Se obligó a no pensar en el beso a Brenda. En cómo se había sentido cuando ella le sonrió a través de la mesa de la barbacoa o cómo se le arrebolaba el rostro cuando se excitaba. En lo animada que se había puesto cuando hablaba con la gente en la barbacoa. En lo tierna que había sido con Timmy cuando le puso la tirita.

Era bueno que no estuviese pensando en ella.

Por un breve momento se preguntó si Horace lo aprobaría. En realidad un extraño pensamiento. Pero así eran las cosas. ¿Lo aprobaría su viejo mentor? Se lo preguntó. Se preguntó cómo sería salir con una mujer negra. ¿Había atracción en el tabú? ¿Repulsión? ¿Preocupación por el futuro? Se imaginó a los dos viviendo en los suburbios, la pediatra y el agente deportivo, una pareja mixta con los mismos sueños, y entonces comprendió lo estúpido que era para un hombre enamorado de una mujer en Los Ángeles pensar tantas tonterías de una mujer a la que sólo conocía desde hacía dos días.

Tonto. Sí.

Una corredora rubia vestida con unos ajustados pantalones cortos lila y un viejo sostén de deporte blanco pasó junto al coche. Miró al interior y le sonrió. Myron le devolvió la sonrisa. El vientre al aire. Aceptas lo bueno y lo malo.

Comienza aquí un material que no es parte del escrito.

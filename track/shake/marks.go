package shake

import (
	"fmt"
	"math"

	"lodeswing/track/clip"
)

// start cuts the mark out of the first frame.
func (k *MarkMotion) start(f *clip.Frame, noise float64, buf *buffers) {
	if len(k.want.PX) != 2 {
		k.why = fmt.Sprintf("The mark %q has no place; give px = [u, v] in the rig.", k.Name)
		return
	}
	u, v := int(math.Round(k.want.PX[0])), int(math.Round(k.want.PX[1]))
	w, h := f.Size()
	if u < half+2 || v < half+2 || u >= w-half-2 || v >= h-half-2 {
		k.why = fmt.Sprintf("The mark %q at [%g, %g] lies at the edge of the picture (%d × %d) or outside it; place it at least %d pixels inside.", k.Name, k.want.PX[0], k.want.PX[1], w, h, half+2)
		return
	}
	t, ok := newTemplate(f, u, v, 1, buf)
	if !ok || t.minEigen-side*side*noise*noise/2 < noise*noise/0.01 {
		k.why = fmt.Sprintf("The mark %q at [%d, %d] shows too little contrast to be followed; stick a dark dot on it, or correct its px in the rig.", k.Name, u, v)
		return
	}
	k.tpl = t
	k.u0 = math.Hypot(noise*math.Sqrt((t.inv[0]+t.inv[2])/2), 0.01)
	k.add(f, 0, 0)
}

func (k *MarkMotion) add(f *clip.Frame, du, dv float64) {
	k.du, k.dv = du, dv
	k.frames = append(k.frames, f.Index)
	k.T = append(k.T, f.T)
	k.U = append(k.U, float64(k.tpl.cu)+du)
	k.V = append(k.V, float64(k.tpl.cv)+dv)
}

// follow finds the mark again, where it was last or where the background's
// motion would take it.
func (k *MarkMotion) follow(f *clip.Frame, background similarity, buf *buffers) {
	if k.tpl == nil {
		return
	}
	du, dv, like, ok := k.tpl.find(f, k.du, k.dv, buf)
	if !ok || like < 0.7 {
		w, h := f.Size()
		du, dv = background.at(float64(k.tpl.cu)-float64(w-1)/2, float64(k.tpl.cv)-float64(h-1)/2)
		du, dv, like, ok = k.tpl.find(f, du, dv, buf)
	}
	if !ok || like < 0.7 {
		k.lost++
		return
	}
	k.add(f, du, dv)
}
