package shake

import (
	"context"
	"errors"
	"io"
	"math"
	"os"
	"path/filepath"
	"testing"

	"lodeswing/track/clip"
	"lodeswing/track/rig"
)

// TestHandHeldPhoneFootage takes real footage from a hand-held phone
// (../shared/data/phone-clip), in which a hand pushes a weight, a caption fades
// in and black bars stand still. Three things are bolted to one bench: the
// corner of the motor's box and two clamps. Seen by a still camera they would
// stand still, so what is left of their motion after correction is the error.
// They stand up to half a metre before the wall, so a hand that shifts sideways
// moves them differently from it: a few pixels of the 43 remain.
func TestHandHeldPhoneFootage(t *testing.T) {
	path := filepath.Join("..", "..", "..", "shared", "data", "phone-clip", "weight-on-rod.mp4")
	if _, err := os.Stat(path); err != nil {
		t.Skipf("the phone clip is not beside this checkout (%s)", path)
	}
	ctx := context.Background()
	facts, err := clip.Inspect(ctx, path, clip.Options{})
	if err != nil {
		t.Skip(err) // no ffprobe
	}
	src, err := clip.Open(ctx, facts)
	if errors.Is(err, clip.ErrNoOpenCV) {
		t.Skip(err)
	}
	if err != nil {
		t.Fatal(err)
	}
	defer src.Close()
	w := New(facts, []rig.Mark{
		{Name: "box", On: "base", PX: []float64{592, 250}},
		{Name: "left clamp", On: "base", PX: []float64{534, 392}},
		{Name: "right clamp", On: "base", PX: []float64{694, 392}},
	}, nil)
	for {
		f, err := src.Next(ctx)
		if err == io.EOF {
			break
		}
		if err != nil {
			t.Fatal(err)
		}
		w.Observe(f)
	}
	r := w.Report()
	t.Logf("%d patches, lost in %d of %d, moved %.1f px, fast %.2f px, turn %.4f, zoom %.4f, warp %.2f px", r.Patches, r.Lost, r.Seen, r.MovePX, r.FastPX, r.TurnRad, r.Zoom, r.WarpPX)
	for _, c := range r.Cautions {
		t.Log(c)
	}
	if r.kind() != shaken || 50*r.Lost > r.Seen || r.MovePX < 30 {
		t.Errorf("kind %d, lost in %d of %d frames, moved %.1f px", r.kind(), r.Lost, r.Seen, r.MovePX)
	}
	for _, m := range r.Marks {
		raw, left := spread(m.U, m.V), 0.0
		var us, vs []float64
		for i := range m.T {
			u, v, ok := r.Correct(m.T[i], m.U[i], m.V[i])
			if !ok {
				t.Fatalf("no correction at %.2f s", m.T[i])
			}
			us, vs = append(us, u), append(vs, v)
		}
		left = spread(us, vs)
		t.Logf("%s: found %d times, moves %.2f px r.m.s. in the picture, %.2f px corrected", m.Name, len(m.T), raw, left)
		if len(m.T) > 100 && left > 1.5 {
			t.Errorf("%s still moves by %.2f px r.m.s. after correction", m.Name, left)
		}
	}
}

func spread(u, v []float64) float64 {
	mu, mv, sq := mean(u), mean(v), 0.0
	for i := range u {
		sq += (u[i]-mu)*(u[i]-mu) + (v[i]-mv)*(v[i]-mv)
	}
	return math.Sqrt(sq / float64(len(u)))
}
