package shake

import (
	"image"
	"math"

	"lodeswing/track/clip"
)

// thumb is a small picture of the details of a frame, to find a camera that
// jumped farther than a template's search reaches.
type thumb struct {
	w, h int
	g    []int16 // details: grey values less their neighbourhood's mean
	use  []bool  // false where black bars or avoided rectangles lie
}

const (
	thumbScale = 8  // pixels of the picture to one of the thumb
	thumbReach = 14 // thumb pixels that are searched each way
)

func newThumb(f *clip.Frame, buf *buffers) *thumb {
	fw, fh := f.Size()
	t := &thumb{w: fw / thumbScale, h: fh / thumbScale}
	small := make([]int, t.w*t.h)
	row := make([]int, fw)
	for y := 0; y < t.h; y++ {
		for _, dy := range []int{1, 4, 6} {
			greyRow(f, y*thumbScale+dy, row, buf)
			for x := 0; x < t.w; x++ {
				p := row[x*thumbScale : (x+1)*thumbScale]
				small[y*t.w+x] += p[0] + p[2] + p[4] + p[6]
			}
		}
	}
	t.g = make([]int16, t.w*t.h)
	const r = 2
	for y := r; y < t.h-r; y++ {
		for x := r; x < t.w-r; x++ {
			sum := 0
			for dy := -r; dy <= r; dy++ {
				o := (y+dy)*t.w + x
				for dx := -r; dx <= r; dx++ {
					sum += small[o+dx]
				}
			}
			t.g[y*t.w+x] = int16((small[y*t.w+x] - sum/25) / 12) // of 4 × grey, from 12 samples
		}
	}
	return t
}

// mask leaves rectangles of the picture out.
func (t *thumb) mask(avoid []image.Rectangle) {
	t.use = make([]bool, t.w*t.h)
	for y := 2; y < t.h-2; y++ {
		for x := 2; x < t.w-2; x++ {
			p := image.Rect((x-2)*thumbScale, (y-2)*thumbScale, (x+3)*thumbScale, (y+3)*thumbScale)
			t.use[y*t.w+x] = true
			for _, a := range avoid {
				if p.Overlaps(a) {
					t.use[y*t.w+x] = false
					break
				}
			}
		}
	}
}

// shift finds how far the picture of now moved against t, in pixels of the
// picture: on every second place first, then about the best.
func (t *thumb) shift(now *thumb) (du, dv float64) {
	best, bx, by := math.Inf(1), 0, 0
	try := func(dx, dy int) {
		if m := t.miss(now, dx, dy, best); m < best {
			best, bx, by = m, dx, dy
		}
	}
	for dy := -thumbReach; dy <= thumbReach; dy += 2 {
		for dx := -thumbReach; dx <= thumbReach; dx += 2 {
			try(dx, dy)
		}
	}
	cx, cy := bx, by
	for dy := -1; dy <= 1; dy++ {
		for dx := -1; dx <= 1; dx++ {
			try(cx+dx, cy+dy)
		}
	}
	return float64(bx * thumbScale), float64(by * thumbScale)
}

// miss is the mean of absolute differences at a shift, each cut off so that
// things that move by themselves count little. It gives up, with more than
// enough, once it cannot be less than enough.
func (t *thumb) miss(now *thumb, dx, dy int, enough float64) float64 {
	sum, n, most := 0, 0, (t.w/2)*(t.h/2)
	for y := max(2, 2-dy); y < min(t.h-2, t.h-2-dy); y += 2 {
		here, there := y*t.w, (y+dy)*t.w+dx
		for x := max(2, 2-dx); x < min(t.w-2, t.w-2-dx); x += 2 {
			if !t.use[here+x] {
				continue
			}
			d := int(t.g[here+x]) - int(now.g[there+x])
			if d < 0 {
				d = -d
			}
			sum += min(d, 60)
			n++
		}
		if float64(sum) > enough*float64(most) {
			return math.Inf(1)
		}
	}
	if n < 50 {
		return math.Inf(1)
	}
	return float64(sum) / float64(n)
}
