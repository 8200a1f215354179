package recurrence

import (
	"fmt"
	"math"

	"lodeswing/analyze/finding"
)

// Findings returns the measures about the subject. A measure that has no value
// (a mean of no lines) is left out.
func (p *Plot) Findings(subject string) []finding.Finding {
	m := p.Measures
	diagonal := finding.DisplayValue(float64(p.opt.LMin)*p.Step, 0.05*float64(p.opt.LMin)*p.Step, "s").Value + " s"
	vertical := finding.DisplayValue(float64(p.opt.VMin)*p.Step, 0.05*float64(p.opt.VMin)*p.Step, "s").Value + " s"
	chosen := "the threshold was chosen to make it so"
	if p.opt.Rate == 0 {
		chosen = "with the threshold that was given"
	}
	list := []struct {
		key, name, unit string
		v               Value
		share           bool
		what            string
	}{
		{"rate", "Recurrence rate RR", "1", m.RR, true, "share of all pairs of moments that are alike; " + chosen},
		{"determinism", "Determinism DET", "1", m.DET, true, "share of the like pairs that stay alike for " + diagonal + " or longer: near 1 for any motion that follows from itself, low for noise"},
		{"mean_line", "Mean diagonal L", "s", m.L, false, "for how long two passages that are alike stay alike, on average"},
		{"longest_line", "Longest diagonal L_max", "s", m.LMax, false, "for how long the two most alike passages stay alike: nearly the whole clip where the motion repeats"},
		{"divergence", "Divergence DIV", "1/s", m.DIV, false, "one over the longest diagonal: the faster like passages part, the larger"},
		{"entropy", "Entropy of the diagonals ENTR", "1", m.ENTR, false, "how mixed the diagonals' lengths are, in nats; 0 where all are of one length"},
		{"laminarity", "Laminarity LAM", "1", m.LAM, true, "share of the like pairs in which the motion lingers for " + vertical + " or longer"},
		{"trapping_time", "Trapping time TT", "s", m.TT, false, "for how long it lingers, on average"},
		{"longest_vertical", "Longest standstill V_max", "s", m.VMax, false, "for how long it lingers at most"},
		{"return_1", "Recurrence time, first type", "s", m.T1, false, "from one moment to the next like it, moments close by included"},
		{"return_2", "Recurrence time, second type", "s", m.T2, false, "from coming near a state to coming near it again"},
	}
	list[0].what += ". All measures: from all pairs (Marwan et al. 2007), uncertainty by leaving out stretches of time"
	prefix := "recurrence."
	if p.Kind != "auto" {
		prefix += p.Kind + "_"
	}
	var out []finding.Finding
	for _, l := range list {
		if math.IsNaN(l.v.V) || math.IsInf(l.v.V, 0) {
			continue
		}
		if !(l.v.U > 0) {
			out = append(out, finding.Finding{
				Key: prefix + l.key, Subject: subject, Name: l.name, Unit: l.unit, Method: l.what,
				Kind: finding.Undecided, Text: "Too few states come back to tell how sure it is; film for longer.",
			})
			continue
		}
		f := finding.Normal(prefix+l.key, subject, l.name, l.v.V, l.v.U, l.unit, l.what)
		f.Lo = max(f.Lo, 0)
		if l.share {
			f.Hi = min(f.Hi, 1)
		}
		out = append(out, f)
	}
	return out
}

// Curves returns the recurrence plot (if a map was asked for) and the recurrence
// rate against the lag.
func (p *Plot) Curves(subject string) []finding.Curve {
	var out []finding.Curve
	if p.Map != nil {
		title := map[string]string{"auto": "Recurrence plot", "cross": "Cross recurrence plot", "joint": "Joint recurrence plot"}[p.Kind]
		top := p.Map.darkest()
		z := make([]float64, len(p.Map.Density))
		for i, d := range p.Map.Density {
			z[i] = math.Round(1000*min(float64(d), top)) / 1000
		}
		what := map[string]string{
			"auto":  "Each cell compares two moments of the clip, one along each axis: dark where the toy does the same at both. Long unbroken diagonals: regular; short pieces: irregular; dark blocks: it lingers.",
			"cross": "Dark where the second, at the time below, does what the first does at the time on the left. A dark main diagonal: they move alike at the same time; diagonals beside it: one does later what the other did.",
			"joint": "Dark where both are, at one time, where each was at the other.",
		}[p.Kind]
		caption := fmt.Sprintf("%s %.2g %% of all pairs are alike.", what, 100*p.Measures.RR.V)
		if p.Map.Rows < p.N || p.Map.Cols < p.M {
			alike := "all of them"
			if top < 0.995 {
				alike = fmt.Sprintf("%.2g %% of them or more", 100*top)
			}
			caption += fmt.Sprintf(" Each cell holds %.0f × %.0f pairs; it is darkest where %s are alike.", math.Ceil(float64(p.N)/float64(p.Map.Rows)), math.Ceil(float64(p.M)/float64(p.Map.Cols)), alike)
		}
		out = append(out, finding.Curve{
			Key: "recurrence", Subject: subject, Title: title, Caption: caption,
			X:    finding.Axis{Label: "time", Unit: "s"},
			Y:    finding.Axis{Label: "time", Unit: "s"},
			Grid: &finding.Grid{X: p.Map.Col, Y: p.Map.Row, Z: z, Label: "share of recurrences", Unit: "1"},
		})
	}
	if p.Lag != nil {
		x := make([]float64, 0, len(p.Lag))
		y := make([]float64, 0, len(p.Lag))
		for d := p.opt.Theiler; d < len(p.Lag)*9/10; d++ { // beyond, a few pairs only
			x, y = append(x, float64(d)*p.Step), append(y, p.Lag[d])
		}
		out = append(out, finding.Curve{
			Key: "recurrence_lag", Subject: subject, Title: "Chance to be back after a time",
			Caption: "Share of states that are met again after each time. Peaks of full height: periodic motion; peaks that sink: it drifts or is irregular.",
			X:       finding.Axis{Label: "time between", Unit: "s"},
			Y:       finding.Axis{Label: "recurrence rate", Unit: "1"},
			Lines:   []finding.Line{{Name: "recurrence rate", Role: finding.Data, X: x, Y: y}},
		})
	}
	return out
}

// Curve is the course of determinism and laminarity over time with their 95 %
// bands.
func (c *Course) Curve(subject string) finding.Curve {
	line := func(name string, of func(m Measures) Value) finding.Line {
		l := finding.Line{Name: name, Role: finding.Data, X: c.Time}
		for _, m := range c.Measures {
			v := of(m)
			l.Y = append(l.Y, v.V)
			l.Lo, l.Hi = append(l.Lo, max(0, v.V-1.96*v.U)), append(l.Hi, min(1, v.V+1.96*v.U))
		}
		return l
	}
	return finding.Curve{
		Key: "recurrence_course", Subject: subject, Title: "Course of determinism and laminarity",
		Caption: fmt.Sprintf("In windows of %.3g s, with 95 %% bands. Determinism near 1: ordered motion; falling: it becomes irregular. Laminarity: share of standstill.", c.WindowS),
		X:       finding.Axis{Label: "time", Unit: "s"},
		Y:       finding.Axis{Label: "share", Unit: "1"},
		Lines: []finding.Line{
			line("determinism", func(m Measures) Value { return m.DET }),
			line("laminarity", func(m Measures) Value { return m.LAM }),
		},
	}
}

Al otro lado de la calle, Francine Neagly aparcó en la entrada de la comisaría. Myron puso la marcha y mantuvo el pie en el freno. El Buick Skylark pasó por delante de la comisaría sin reducir la velocidad. Myron había intentado rastrear la licencia de su contacto en Tráfico, pero amigos, era domingo, y se trataba de Tráfico, sumen dos más dos.

Se unió al tráfico de Livingston Avenue y siguió al Buick hacia el sur. Se mantuvo cuatro coches atrás y estiró el cuello. Nadie pisaba a fondo el acelerador. Livingston se tomaba su tiempo los domingos. Pero no pasaba nada. El Buick se detuvo en un semáforo en Northfield Avenue. A la derecha había un pequeño centro comercial. Cuando Myron era adolescente, ese mismo edificio había sido la escuela primaria Roosevelt; hacía veintitantos años alguien había decidido que Nueva Jersey necesitaba menos escuelas y más centros comerciales. Visión de futuro.

El Buick giró a la derecha, Myron se mantuvo a distancia e hizo lo mismo. Ahora iban de nuevo hacia la ruta 10, pero antes de haber recorrido un kilómetro, el Buick giró a la izquierda por Crescent Road. Myron frunció el entrecejo. Una pequeña calle suburbana, usada por lo general como atajo hacia Hobart Gap Road. Vaya. Probablemente significaba que el señor Skylark conocía la ciudad bastante bien y no era un forastero.

Al giro a la izquierda le siguió otro rápido a la derecha. Myron sabía ahora adónde iba el Skylark. Sólo había una cosa en este panorama suburbano aparte de las casas pareadas y un arroyo casi seco. Un campo de la liga infantil.

El campo de la liga infantil Meadowbrook. En realidad dos campos. Domingo y sol justificaban que la carretera y el aparcamiento estuviesen a rebosar. Los todoterrenos y las furgonetas habían reemplazado a los coches familiares con salpicaderos de madera de cuando él era joven, pero no había más cambios. El aparcamiento seguía siendo de tierra. El bar todavía era una caseta de cemento blanco con las esquinas verdes atendido por madres voluntarias. Las gradas seguían siendo de metal, destartaladas y ocupadas por padres que gritaban demasiado alto.